Collected data
=-=-=
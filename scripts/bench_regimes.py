"""The regime matrix: hashcurve at default options against the full-batch optimum on logs of many shapes.

Usage:
    python scripts/bench_regimes.py [--regimes NAME,...] [--passes 3] [--skip-peer]

For each regime (generated once under bench_data/regimes/, or written from an open data set a
package ships) it computes

- LL*: the holdout log-loss of the full-batch optimum of the same objective on the same hashed CSR the
  tool reads (scipy L-BFGS-B, ``bench_train.reference_optimum``), cached under bench_data/optima/
  with the settings it depends on (a cache computed for other settings is refused);
- per pass, the holdout LL / LL* of `hashcurve train` at default options (only the regime's --l2
  set; patience = passes), of the tool's AdaGrad, SGD and (for 2^12 buckets or fewer) RES at their
  defaults, and of the SGD peer (scikit-learn SGDClassifier over the grid of bench_train.py on the
  in-memory CSR, the best setting at each pass);
- time to LL <= 1.01 LL*: hashcurve's cumulative training seconds from Parquet (metrics.jsonl), the
  peer's whole grid (every setting run to the target or 30 passes, the sum: what a user who must
  search the step pays) and the peer's single best setting known in advance;
- (c) one pass: hashcurve's first pass from Parquet (training seconds) over the median of the peer
  grid's first-pass times on the in-memory CSR, and beside it the memory-traffic floor of that pass's
  dense work: its steps x ``bench_train.dense_bytes_per_step`` over the triad bandwidth measured at
  the start of the run (``bench_train.triad_bandwidth``).

Timings on a shared machine are noisy: read them as measured, not as the tool's speed.

Before the first regime, two untimed passes on its first day load numba's kernels (:func:`warm_up`).

Regimes: ``bench20-l2-*``: the 20-field benchmark shape (300k training rows over three days, a 100k
holdout day, 2^20 buckets) at l2 1e-4, 1e-5 and 1e-6; ``drift-ordered`` / ``drift-shuffled``: config
drift12 (hour, weekday and campaign effects that drift day by day), seven training days of 60k rows
read in time order, or the same rows in one shuffled file, the eighth day held out, l2 1e-5;
``ordinal80``: 80 dense ordinal columns, 250k training rows, 2^18 buckets; ``small``: the same shape
with 8k training rows and 2^12 buckets, l2 1e-3; ``rare``: the benchmark shape at a 0.4% base rate,
l2 1e-5; ``tags200``: long multi-valued tag lists and tag x field crosses (200+ entries a row);
``demo``: the shipped demo logs; ``fair``: the "fair" extramarital-affairs survey shipped with
statsmodels (``statsmodels.datasets.fair``, 6366 rows, eight ordinal columns hashed as categoricals,
label affairs > 0, a seeded 70/30 split), l2 1e-3.
"""

from __future__ import annotations

import argparse
import json
import math
import sys
from dataclasses import dataclass, field
from pathlib import Path

from trainer.cli import configure_process  # stdlib only: settings that must precede numpy's BLAS

configure_process()

import numpy as np  # noqa: E402
import pyarrow as pa  # noqa: E402
import pyarrow.parquet as pq  # noqa: E402

HERE = Path(__file__).resolve().parent
sys.path.insert(0, str(HERE))

import loggen  # noqa: E402
from bench_train import (OPTIMUM_METHOD, PEER_PASSES, TARGET, cached_optimum, dense_bytes_per_step,  # noqa: E402
                         load_csr, log_loss, run_hashcurve, run_peer, triad_bandwidth)

from trainer.atomic import write_atomic  # noqa: E402
from trainer.options import TrainOptions  # noqa: E402
from trainer.solvers.res import MAX_FEATURES as RES_MAX_FEATURES  # noqa: E402
from trainer.spec import load_spec  # noqa: E402

ROOT = HERE.parent / "bench_data"
FAIR_COLUMNS = ("rate_marriage", "age", "yrs_married", "children", "religious", "educ", "occupation",
                "occupation_husb")


@dataclass(frozen=True)
class Regime:
    """One cell of the matrix: a generated log (``config`` of loggen, ``days`` x ``rows_per_day``, the
    last day held out) or an open data set (``config`` = "fair"), its hashing bits and --l2."""

    name: str
    config: str
    l2: float
    bits: int
    rows_per_day: int = 0
    days: int = 0
    shuffled: bool = False
    crosses: tuple = field(default=())

    @property
    def data_key(self) -> str:
        """The rows this regime trains on (the shuffled regime reads the ordered regime's rows)."""
        return f"{self.config}-{self.rows_per_day}x{self.days}-b{self.bits}"


REGIMES = (
    Regime("bench20-l2-1e-4", "bench20", 1e-4, 20, 100_000, 4),
    Regime("bench20-l2-1e-5", "bench20", 1e-5, 20, 100_000, 4),
    Regime("bench20-l2-1e-6", "bench20", 1e-6, 20, 100_000, 4),
    Regime("drift-ordered", "drift12", 1e-5, 20, 60_000, 8),
    Regime("drift-shuffled", "drift12", 1e-5, 20, 60_000, 8, shuffled=True),
    Regime("ordinal80", "ordinal80", 1e-4, 18, 50_000, 6),
    Regime("small", "ordinal80", 1e-3, 12, 4_000, 3),
    Regime("rare", "rare20", 1e-5, 20, 100_000, 4),
    Regime("tags200", "tags200", 1e-4, 20, 70_000, 4,
           crosses=(("context_tags", "device"), ("context_tags", "slot"))),
    Regime("demo", "demo", 1e-4, 0),
    Regime("fair", "fair", 1e-3, 12),
)


def _days(logs: Path) -> list[str]:
    return sorted(p.name.split("=", 1)[1] for p in logs.iterdir() if "=" in p.name)


def _fair(folder: Path) -> None:
    """Write the statsmodels "fair" survey as train/holdout Parquet files and its spec (once)."""
    import statsmodels.api as sm

    frame = sm.datasets.fair.load_pandas().data
    order = np.random.default_rng(13).permutation(len(frame))
    cut = int(0.7 * len(frame))
    folder.mkdir(parents=True, exist_ok=True)
    for name, rows in (("train", order[:cut]), ("holdout", order[cut:])):
        part = frame.iloc[np.sort(rows)]
        cols = {c: pa.array([f"{v:g}" for v in part[c]]) for c in FAIR_COLUMNS}
        cols["affair"] = pa.array(part["affairs"].to_numpy() > 0)
        pq.write_table(pa.table(cols), folder / f"{name}.parquet")
    spec = {"label": {"column": "affair"}, "hashing": {"bits": 12, "seed": 0},
            "features": [{"column": c, "kind": "categorical"} for c in FAIR_COLUMNS],
            "crosses": [["rate_marriage", "yrs_married"], ["religious", "age"]]}
    write_atomic(folder / "spec.json", [json.dumps(spec, indent=2).encode()])


def prepare(r: Regime) -> dict:
    """Write the regime's data once; return its spec path, training and holdout paths and the
    api.train keywords (date filters, holdout, l2)."""
    if r.config == "demo":
        from trainer.api import demo_data_dir

        root = demo_data_dir()
        days = _days(root / "logs")
        return {"spec": root / "spec.json", "data": root / "logs", "train": (days[0], days[-2]),
                "holdout": root / "logs", "hold": (days[-1], days[-1])}
    if r.config == "fair":
        folder = ROOT / "regimes" / "fair"
        if not (folder / "spec.json").exists():
            _fair(folder)
        return {"spec": folder / "spec.json", "data": folder / "train.parquet", "train": (None, None),
                "holdout": folder / "holdout.parquet", "hold": (None, None)}
    folder = ROOT / "regimes" / r.data_key
    if not (folder / "spec.json").exists():
        print(f"generating {r.rows_per_day * r.days:,} rows of {r.config} into {folder} ...", flush=True)
        written = loggen.write_logs(loggen.CONFIGS[r.config], folder, r.rows_per_day * r.days, days=r.days,
                                    seed=7, chunk_rows=min(65536, r.rows_per_day), bits=r.bits,
                                    overwrite=True)
        spec = json.loads(written.spec_path.read_text())
        spec["crosses"] += [list(c) for c in r.crosses]
        write_atomic(written.spec_path, [json.dumps(spec, indent=2).encode()])
    days = _days(folder / "logs")
    out = {"spec": folder / "spec.json", "data": folder / "logs", "train": (days[0], days[-2]),
           "holdout": folder / "logs", "hold": (days[-1], days[-1])}
    if r.shuffled:
        path = folder / "train-shuffled.parquet"
        if not path.exists():
            table = pq.read_table(folder / "logs", partitioning="hive",
                                  filters=[("event_day", "<=", days[-2])]).drop_columns(["event_day"])
            table = table.take(np.random.default_rng(5).permutation(table.num_rows))
            tmp = path.with_suffix(".tmp")
            pq.write_table(table, tmp, row_group_size=65536)
            tmp.rename(path)
        out.update(data=path, train=(None, None))
    return out


def train_keywords(d: dict, r: Regime) -> dict:
    kw = {"holdout": d["holdout"], "l2_strength": r.l2}
    for key, value in zip(("start", "end"), d["train"]):
        if value:
            kw[key] = value
    for key, value in zip(("holdout_start", "holdout_end"), d["hold"]):
        if value:
            kw[key] = value
    return kw


def run_regime(r: Regime, passes: int, skip_peer: bool, bandwidth: float) -> dict:
    d = prepare(r)
    spec = load_spec(d["spec"])
    X, y = load_csr(spec, d["data"], *d["train"])
    Xh, yh = load_csr(spec, d["holdout"], *d["hold"])
    print(f"\n== {r.name}: train {X.shape[0]:,} rows, holdout {Xh.shape[0]:,} rows, {spec.n_buckets:,} buckets, "
          f"{X.nnz / X.shape[0]:.1f} entries per row, base rate {y.mean():.4f}, l2 {r.l2:g}", flush=True)
    settings = {"data": r.data_key if r.config not in ("demo", "fair") else r.config, "l2": r.l2,
                "spec": spec.fingerprint(), "rows": int(X.shape[0]), "nnz": int(X.nnz),
                "method": OPTIMUM_METHOD}
    w, b = cached_optimum(ROOT / "optima" / f"{settings['data']}-l2-{r.l2:g}.npz", settings, X, y, r.l2)
    ll_star = log_loss(yh, Xh @ w + b)
    print(f"  LL* = {ll_star:.5f}", flush=True)
    kw = train_keywords(d, r)
    out = {"name": r.name, "ll_star": ll_star, "rows": int(X.shape[0]), "l2": r.l2}
    out["hashcurve"] = run_hashcurve(d["spec"], d["data"], passes, quiet=True, **kw)
    for h in out["hashcurve"]:
        print(f"  hashcurve pass {h['pass']} ({h['phase']}): {h['ll'] / ll_star:.4f} LL*, {h['seconds']:.1f} s",
              flush=True)
    for name in ("adagrad", "sgd", "res"):
        if name == "res" and spec.n_buckets > RES_MAX_FEATURES:
            continue
        out[name] = run_hashcurve(d["spec"], d["data"], passes, quiet=True, solver=name, **kw)
        print(f"  {name} at defaults: " + " / ".join(f"{h['ll'] / ll_star:.4f}" for h in out[name]), flush=True)
    if not skip_peer:
        out["peer"] = run_peer(X, y, Xh, yh, r.l2, TARGET * ll_star)
    first = out["hashcurve"][0]
    if first["phase"] == "online":
        out["dense_floor"] = first["steps"] * dense_bytes_per_step(spec.n_buckets, TrainOptions().history) / bandwidth
    if "peer" in out:
        out["peer_pass"] = float(np.median([p["history"][0]["seconds"] for p in out["peer"]]))
        floor = (f"; the dense work of its {first['steps']} steps moves at least {out['dense_floor']:.2f} s of memory "
                 "traffic" if "dense_floor" in out else "")
        print(f"  (c) one pass: hashcurve {first['seconds']:.2f} s from Parquet, the peer's median "
              f"{out['peer_pass']:.3f} s from memory: {first['seconds'] / out['peer_pass']:.2f}x{floor}", flush=True)
    return out


def _ratio(hist: list[dict] | None, p: int, ll_star: float) -> str:
    if not hist:
        return "-"
    h = hist[min(p, len(hist)) - 1]
    return f"{h['ll'] / ll_star:.4f}" if math.isfinite(h["ll"]) else "inf"


def _seconds(value: float) -> str:
    return f"{value:.1f}" if math.isfinite(value) else "not reached"


def _rows(n: int) -> str:
    return f"{round(n / 1000)}k" if n >= 10_000 else f"{n / 1000:.1f}k"


def print_table(results: list[dict], passes: int) -> None:
    """The matrix as one Markdown table (the README's): regime x pass, LL / LL* per solver, times to 1.01
    LL*, hashcurve's time over the peer grid's (i), and (c) its first pass over the peer's median pass."""
    print("\n| regime | rows | l2 | pass | hashcurve | phase | SGD peer best | AdaGrad | tool SGD | RES | "
          "hashcurve s to 1.01 LL* | peer grid s (i) | peer best s (ii) | hashcurve / (i) | (c) pass 1 / peer pass |")
    print("|---|---|---|---|---|---|---|---|---|---|---|---|---|---|---|")
    for res in results:
        ll_star = res["ll_star"]
        ours = res["hashcurve"]
        hit = next((h["seconds"] for h in ours if h["ll"] <= TARGET * ll_star), math.inf)
        peer = res.get("peer")
        grid = sum(p["history"][-1]["seconds"] for p in peer) if peer else math.nan
        best = min((p["reached"]["seconds"] for p in peer if p["reached"]), default=math.inf) if peer else math.nan
        for p in range(1, passes + 1):
            peer_best = (f"{min(q['history'][min(p, len(q['history'])) - 1]['ll'] for q in peer) / ll_star:.4f}"
                         if peer else "-")
            one = (f"{ours[0]['seconds']:.2f} / {res['peer_pass']:.3f} s = {ours[0]['seconds'] / res['peer_pass']:.1f}x"
                   if peer else "-")
            times = (f"{_seconds(hit)} | {_seconds(grid) if peer else '-'} | {_seconds(best) if peer else '-'} | "
                     + (f"{hit / grid:.2f}x" if peer and math.isfinite(hit) and grid > 0 else "-") + f" | {one}"
                     if p == 1 else " | | | | ")
            phase = ours[p - 1]["phase"] if p <= len(ours) else "-"
            l2 = f"{res['l2']:.0e}".replace("e-0", "e-")
            head = f"{res['name']} | {_rows(res['rows'])} | {l2}" if p == 1 else " |  | "
            print(f"| {head} | {p} | {_ratio(ours, p, ll_star)} | {phase} | {peer_best} | "
                  f"{_ratio(res.get('adagrad'), p, ll_star)} | {_ratio(res.get('sgd'), p, ll_star)} | "
                  f"{_ratio(res.get('res'), p, ll_star)} | {times} |")
    print("\nLL* per regime: " + ", ".join(f"{r['name']} {r['ll_star']:.5f}" for r in results))
    print(f"peer grid: SGDClassifier constant steps and 'optimal', each to LL <= {TARGET} LL* or {PEER_PASSES} "
          "passes on the in-memory CSR; hashcurve from Parquet, training seconds only")
    floors = [f"{r['name']} {r['dense_floor']:.2f} s" for r in results if "dense_floor" in r]
    if floors:
        print("(c) the memory-traffic floor of an online first pass's dense work (steps x bytes a step / triad "
              "bandwidth): " + ", ".join(floors))


def main() -> None:
    ap = argparse.ArgumentParser(description=__doc__.splitlines()[0])
    ap.add_argument("--regimes", default=",".join(r.name for r in REGIMES),
                    help="comma-separated regime names (default: all)")
    ap.add_argument("--passes", type=int, default=3)
    ap.add_argument("--skip-peer", action="store_true", help="leave out the scikit-learn SGD grid")
    a = ap.parse_args()
    by_name = {r.name: r for r in REGIMES}
    chosen = a.regimes.split(",")
    for name in chosen:
        if name not in by_name:
            ap.error(f"--regimes: unknown regime {name!r}; known: {', '.join(by_name)}")
    warm_up(by_name[chosen[0]])
    bandwidth = triad_bandwidth()
    print(f"triad bandwidth {bandwidth / 1e9:.1f} GB/s", flush=True)
    results = [run_regime(by_name[name], a.passes, a.skip_peer, bandwidth) for name in chosen]
    print_table(results, a.passes)


def warm_up(r: Regime) -> None:
    """Two passes on the first day of a regime's log, untimed: numba loads the online and full-batch
    kernels from its cache once per process (0.3-0.5 s), which would otherwise count in the first
    regime's time only."""
    d = prepare(r)
    kw = train_keywords(d, r)
    if "start" in kw:
        kw["end"] = kw["start"]
    run_hashcurve(d["spec"], d["data"], 2, quiet=True, **kw)


if __name__ == "__main__":
    main()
=-=-=
● **PROBLEM DESCRIPTION**: Using the entries above, give again exactly the lines from the line holding "a = ap.parse_args()" through the line holding "online and full-batch". Include both end lines and nothing else.

● **RESPONSE AREA**:
    a = ap.parse_args()
    by_name = {r.name: r for r in REGIMES}
    chosen = a.regimes.split(",")
    for name in chosen:
        if name not in by_name:
            ap.error(f"--regimes: unknown regime {name!r}; known: {', '.join(by_name)}")
    warm_up(by_name[chosen[0]])
    bandwidth = triad_bandwidth()
    print(f"triad bandwidth {bandwidth / 1e9:.1f} GB/s", flush=True)
    results = [run_regime(by_name[name], a.passes, a.skip_peer, bandwidth) for name in chosen]
    print_table(results, a.passes)


def warm_up(r: Regime) -> None:
    """Two passes on the first day of a regime's log, untimed: numba loads the online and full-batch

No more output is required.